What is required: The lines from the start of the data through the line containing "from retrofit.errors import" are to be reproduced exactly, both ends included.

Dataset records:
"""The cases, the schema and the starting case that come with the project."""

import json
import math
import re
import tomllib
from pathlib import Path

import jsonschema
import numpy as np
import pytest
import tomlkit
from hypothesis import given
from hypothesis import strategies as st

from retrofit.case import SCHEMA_FILE, case_schema, new_case_text, read_case
from retrofit.case.model import FIELDS, TABLES
from retrofit.case.plant import OILS
from retrofit.case.thresholds import Threshold
from retrofit.case.values import unit_pattern
from retrofit.errors import CaseFileError, QuantityError
from retrofit.refrigerants import designations
from retrofit.units import KINDS, parse_quantity

LOGO = '<svg xmlns="http://www.w3.org/2000/svg"/>'
CASES = sorted((Path(__file__).resolve().parents[2] / "cases").glob("*.toml"))


@pytest.fixture(scope="module")
def validator():
    """Return a validator of the schema, itself checked against draft 2020-12."""
    schema = case_schema()
    jsonschema.Draft202012Validator.check_schema(schema)
    return jsonschema.Draft202012Validator(schema)


def test_ten_cases_are_shipped():
    """One file for each of the ten plants."""
    assert len(CASES) == 10


@pytest.mark.parametrize("path", CASES, ids=lambda path: path.stem)
def test_a_shipped_case_reads_and_states_its_plant(path):
    """Each is complete: it says whose plant it could be, and nothing of its duty is left to defaults."""
    case = read_case(path)

    assert "invented" in case.about
    assert case.title != path.stem
    told = ("evaporator.", "condenser.", "year.", "emissions.", "money.")
    core = [default.key for default in case.defaults if not default.key.startswith(told)]
    assert core == ["plant.altitude"]
    assert case.compressor.swept_volume_m3_per_s is not None


def test_one_shipped_case_has_an_unknown_charge_and_another_an_unknown_oil():
    """What is often missing on a real plant is missing in one of the ten each, so that its output can be seen."""
    cases = {path.stem: read_case(path) for path in CASES}

    assert [name for name, case in cases.items() if case.plant.charge_kg is None] == ["desert-split"]
    assert [name for name, case in cases.items() if case.plant.oil == "unknown"] == ["freezer-store"]


def test_current_and_power_of_the_shipped_cases_go_together():
    """Where both were read, the power factor is one of a motor under load, on the usual supply."""
    read = {path.stem: read_case(path) for path in CASES}
    cases = {name: case for name, case in read.items() if case.readings and case.readings.current_A}
    assert len(cases) >= 8

    for name, case in cases.items():
        is_single_phase = name in ("bottle-cooler", "desert-split")
        voltage_V = case.readings.voltage_V or (230.0 if is_single_phase else 400.0)
        apparent_VA = case.readings.current_A * voltage_V * (1.0 if is_single_phase else math.sqrt(3.0))
        assert case.readings.current_A < case.compressor.rated_current_A
        assert 0.65 < case.readings.power_W / apparent_VA < 1.0


def test_the_first_plant_is_the_documented_one():
    """The harbour market has the inputs that the documentation works through."""
    case = read_case(next(path for path in CASES if path.stem == "harbour-market"))

    assert case.title == "Harbour market, medium-temperature rack"
    assert (case.plant.refrigerant, case.plant.charge_kg) == ("R404A", 260.0)
    assert (case.duty.cooling_W, case.duty.T_evap_K, case.duty.T_cond_K) == (120_000.0, 265.15, 315.15)
    assert (case.duty.useful_superheat_K, case.duty.line_superheat_K, case.duty.subcooling_K) == (
        7.0,
        8.0,
        3.0,
    )
    assert {"R448A", "R449A", "R407A", "R407H", "R452A", "R454C"} <= set(case.compare.candidates)


def test_the_first_plant_shows_a_whole_year_with_nothing_assumed():
    """The harbour market states its year, emissions, money, options and widths; its prices are invented and say so."""
    path = next(path for path in CASES if path.stem == "harbour-market")
    case = read_case(path)

    assert case.year.metered_J == pytest.approx(1.08e12)  # 300 000 kWh
    assert case.emissions.leak_rate == case.law.annual_leak_rate == pytest.approx(0.15)
    assert case.emissions.grid_factor_kg_per_J == pytest.approx(0.35 / 3.6e6)
    assert (case.money.tariff.base, case.law.remaining_life_years) == (0.18, 8.0)
    assert set(case.options.by_refrigerant) == {"R404A", "R454C"}
    assert len(case.widths) >= 10
    assert not [default.key for default in case.defaults if default.key.startswith(("year.", "emissions."))]
    assert "every price is invented" in path.read_text("utf-8")


def test_shipped_years_are_told_in_each_way():
    """A climate, bins and a file of hours are among the ten, and a plant that heats."""
    years = {path.stem: case for path in CASES if (case := read_case(path)).year is not None}

    ways = {name: "file" if case.weather.text else case.weather.source for name, case in years.items()}
    assert set(ways.values()) == {"an invented climate", "bins of the case", "file"}
    assert [name for name, case in years.items() if case.year.serves == "heating"] == ["coast-heat-pump"]
    for case in years.values():
        largest = case.year.peak_load_W or case.duty.cooling_W
        assert 0.8 < largest / case.duty.cooling_W < 1.6  # a heat pump's heat is its cooling and its power


def test_the_hours_of_the_coast_follow_the_formula_they_state():
    """The file of hours is the formula in its remarks, rounded: no station measured it."""
    weather = read_case(next(path for path in CASES if path.stem == "coast-heat-pump")).weather
    t = np.arange(8760) + 0.5
    d = t / 24.0
    pi = np.pi
    T = 6 + 7 * np.cos(2 * pi * (d - 202) / 365) + 2.5 * np.cos(2 * pi * (t - 15) / 24)
    T = T + 3 * np.sin(2 * pi * d / 11) + 1.5 * np.sin(2 * pi * d / 4.3)

    assert weather.T_dry_bulb_K - 273.15 == pytest.approx(T, abs=0.05 + 1e-9)
    assert "no station measured it" in weather.text


def test_one_shipped_case_compares_a_refrigerant_that_cannot_condense():
    """Carbon dioxide above its critical temperature, 30.98 °C (Span and Wagner 1996), is among the ten."""
    T_critical_K = 304.1282
    cases = [read_case(path) for path in CASES]

    assert any("R744" in case.compare.candidates and case.duty.T_cond_K > T_critical_K for case in cases)


@pytest.mark.parametrize("path", CASES, ids=lambda path: path.stem)
def test_the_schema_accepts_a_shipped_case(path, validator):
    """An editor shows no fault in a shipped case."""
    validator.validate(tomllib.loads(path.read_text("utf-8")))


@pytest.mark.parametrize(
    ("table", "key", "value"),
    [
        ("plant", "refrigerant", "R404"),
        ("plant", "refrigerant", 404),
        ("plant", "charge", 260),
        ("plant", "charge", "260 kW"),
        ("plant", "oil", "POE"),
        ("plant", "high_side_limit", "28 bar"),
        ("plant", "colour", "red"),
        ("duty", "cooling", 120),
        ("duty", "cooling", "120"),
        ("duty", "cooling", "1,5 kW"),
        ("duty", "evaporating", "-8 degc"),
        ("duty", "subcooling", "3 degC"),
        ("duty", "reading", "bubble"),
        ("compressor", "isentropic_efficiency", 1.2),
        ("compressor", "efficiency_points", [[2, 0.6, 0.9]]),
        ("compressor", "efficiency_points", [[2, 0.6], [3, 0.7, 0.8]]),
        ("compressor", "steps", 2.5),
        ("plant", "metals", ["gold"]),
        ("plant", "oil_changes", "2"),
        ("readings", "phases", 2),
        ("readings", "hours_per_day", 25),
        ("readings", "suction_pressure", "3.6 bar"),
        ("evaporator", "ua_factor", "1.0"),
        ("evaporator", "ua_factor", {"R32": 0}),
        ("evaporator", "specific_heat", "4.19"),
        ("lines", "suction", {"length": "4 m"}),
        ("lines", "liquid", {"diameter": "28 mm", "lowest_load": "30 %"}),
        ("valve", "liquid_line_loss", "0.3 bar g"),
        ("receiver", "volume", 250),
        ("controls", "fan_steps", "12 bar g"),
        ("year", "bins", [["2 degC"]]),
        ("year", "bins", [["2 K deg", 4000]]),
        ("year", "serves", "both"),
        ("year", "climate", {"mean": "11"}),
        ("emissions", "leak_log", [["2025-03-02", "18 kg"]]),
        ("emissions", "grid_years", [["2027", "0.3 kg/kWh"]]),
        ("emissions", "grid_factor", "0.35"),
        ("money", "tariff", "0.18"),
        ("money", "tariff", [1, 2]),
        ("money", "refrigerant_price", {"R448A": "30"}),
        ("money", "change", {"labur": 1}),
        ("options", "R448A", {"labur": 1}),
        ("options", "R448A", 5),
        ("plus_minus", "duty", True),
        ("thresholds", "capacity", 0.9),
        ("thresholds", "capacity", {"wrok": 0.9}),
        ("compare", "candidates", "R448A"),
        ("compare", "candidates", []),
        ("compare", "candidates", ["R448A", "R999"]),
    ],
)
def test_the_schema_refuses_what_the_reader_refuses(table, key, value, validator, tmp_path):
    """A wrong form is marked by the editor and refused by the reader alike."""
    data = tomllib.loads(new_case_text())
    validator.validate(data)
    data.setdefault(table, {})[key] = value
    path = tmp_path / "case.toml"
    path.write_text(tomlkit.dumps(data), "utf-8")

    assert not validator.is_valid(data)
    with pytest.raises(CaseFileError):
        read_case(path)


@pytest.mark.parametrize("table", ["plant", "duty", "compare"])
def test_the_schema_wants_the_compulsory_tables(table, validator):
    """A file without one of the three tables is not valid."""
    data = tomllib.loads(new_case_text())
    del data[table]

    assert not validator.is_valid(data)


@pytest.mark.parametrize("spelling", ["R404A", "r404a", "R-404A", " R404A ", "404A"])
def test_the_schema_accepts_the_spellings_the_reader_accepts(spelling, validator, tmp_path):
    """An editor does not mark a spelling that is read."""
    text = new_case_text().replace('"R404A"', f'"{spelling}"')
    path = tmp_path / "case.toml"
    path.write_text(text, "utf-8")

    assert read_case(path).plant.refrigerant == "R404A"
    validator.validate(tomllib.loads(text))


def test_the_schema_knows_every_refrigerant_and_unit(validator):
    """Each designation and each spelling of a unit is valid in a case."""
    data = tomllib.loads(new_case_text())
    for name in designations():
        data["plant"]["refrigerant"] = name
        validator.validate(data)
    for unit in KINDS["power"].units:
        data["duty"]["cooling"] = f"5 {unit}"
        validator.validate(data)
    for mark in ("bar g", "barg", "bar(g)", "psia", "psi a", "MPa g", "kPa a"):
        data["plant"]["high_side_limit"] = f"5 {mark}"
        validator.validate(data)


@pytest.mark.parametrize(
    ("text", "kind"),
    [
        ("9 F deg", "temperature difference"),
        ("5 deg C", "temperature"),
        ("4 kJ/(kg K)", "specific heat"),
        ("5 k W", "power"),
    ],
)
def test_the_schema_accepts_blanks_inside_a_unit(text, kind):
    """What the reader takes with a blank inside its unit, an editor does not mark."""
    assert math.isfinite(parse_quantity(text, kind))
    assert re.search(unit_pattern(kind), text)


@given(
    kind=st.sampled_from([kind for kind in KINDS if kind != "pressure"]),
    number=st.sampled_from(["5", "-8", "0.5", "1e3", ".5", "5.", "−1", "1,5", "1 000", ""]),
    blank=st.sampled_from(["", " ", "  "]),
    data=st.data(),
)
def test_the_schema_and_the_reader_agree_on_units(kind, number, blank, data):
    """What matches the pattern of a kind is what the reader takes, in every kind of unit."""
    unit = data.draw(st.sampled_from([unit for other in KINDS.values() for unit in other.units]))
    text = number + blank + unit.replace("deg", data.draw(st.sampled_from(["deg", "°"])))
    try:
        is_read = math.isfinite(parse_quantity(text, kind))
    except QuantityError:
        is_read = False

    assert bool(re.search(unit_pattern(kind), text)) == is_read


def test_the_schema_describes_every_key():
    """Each key of the file has a sentence that an editor can show, and no key can be null."""
    schema = case_schema()
    classes = {*TABLES.values(), Threshold}
    tables = [schema["$defs"][table.__name__] for table in classes]
    keys = [key for table in (schema, *tables) for key in table.get("properties", {}).values()]

    assert len(keys) == sum(len(table.model_fields) for table in classes) + len(schema["properties"])
    assert all(table["description"] for table in tables)
    assert all(key.get("description") or "$ref" in key for key in keys)
    assert "null" not in json.dumps(schema)


def test_a_new_case_reads_as_it_stands(tmp_path):
    """The starting case is valid, and its first line points the editor at the schema beside it."""
    path = tmp_path / "new.toml"
    path.write_text(new_case_text(), "utf-8")

    assert read_case(path).title == "My plant"
    assert new_case_text().splitlines()[0] == f"#:schema ./{SCHEMA_FILE}"


def opened(text, mark="# "):
    """Return a starting case with its remarks taken in: those that are keys or tables and begin with a mark."""
    return "\n".join(
        line.removeprefix(mark)
        if line.startswith(mark) and re.match(r"\[|[\w.]+ = ", line.removeprefix(mark))
        else line
        for line in text.splitlines()
    )


def test_a_new_case_reads_with_its_optional_keys_taken_in(tmp_path, validator):
    """Every key that the starting case shows as a remark is valid too, and leaves nothing to a default."""
    path = tmp_path / "new.toml"
    (tmp_path / "logo.svg").write_text(LOGO, "utf-8")
    path.write_text(opened(new_case_text()), "utf-8")

    case = read_case(path)

    assert case.defaults == ()
    assert case.plant.oil in OILS
    validator.validate(tomllib.loads(path.read_text("utf-8")))


def test_a_new_case_reads_with_the_other_ways_taken_in(tmp_path):
    """The ways that the starting case shows instead of another are valid when that other is left out."""
    text = new_case_text()
    without = (
        "isentropic",
        "volumetric",
        "#| efficiency_points",
        "#| mass_flow",
        "#| current",
        "#| return_gas",
        "# outlet",
        "# remaining_life",
        "# bins",
        "#| weather",
        "# leak_log",
        "# compressor.isentropic_efficiency",
        "# mounting = ",
    )
    for other in without:
        text = text.replace(f"\n{other}", f"\n# without {other}")
    text = text.replace('# speed = "variable"', 'speed = "steps"').replace("# lowest_speed", "# without lowest_speed")
    path = tmp_path / "new.toml"
    (tmp_path / "logo.svg").write_text(LOGO, "utf-8")
    path.write_text(opened(opened(text, "#| ")), "utf-8")

    case = read_case(path)

    assert case.compressor.polynomial.capacity == tuple(range(1, 11))
    assert case.compressor.steps == 4
    assert case.evaporator.flow_kg_per_s == 8.0
    assert (case.room.mounting, case.room.mounting_height_m) == (None, 2.5)
    assert case.year.climate.warmest_day == 200
    assert case.emissions.leak_rate == pytest.approx(0.15)


def test_a_new_case_mentions_every_key():
    """No key is left for the user to guess."""
    text = new_case_text()
    keys = set(re.findall(r"^(?:# |#\| )?(\w+) = ", text, re.MULTILINE))
    tables = set(re.findall(r"^(?:# |#\| )?\[([\w.]+)\]", text, re.MULTILINE))

    assert {key.rpartition(".")[2] for key in FIELDS} <= keys
    assert tables == {*TABLES, "options.R454C"} - {"lines", "options"}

Answer to this problem:
"""The cases, the schema and the starting case that come with the project."""

import json
import math
import re
import tomllib
from pathlib import Path

import jsonschema
import numpy as np
import pytest
import tomlkit
from hypothesis import given
from hypothesis import strategies as st

from retrofit.case import SCHEMA_FILE, case_schema, new_case_text, read_case
from retrofit.case.model import FIELDS, TABLES
from retrofit.case.plant import OILS
from retrofit.case.thresholds import Threshold
from retrofit.case.values import unit_pattern
from retrofit.errors import CaseFileError, QuantityError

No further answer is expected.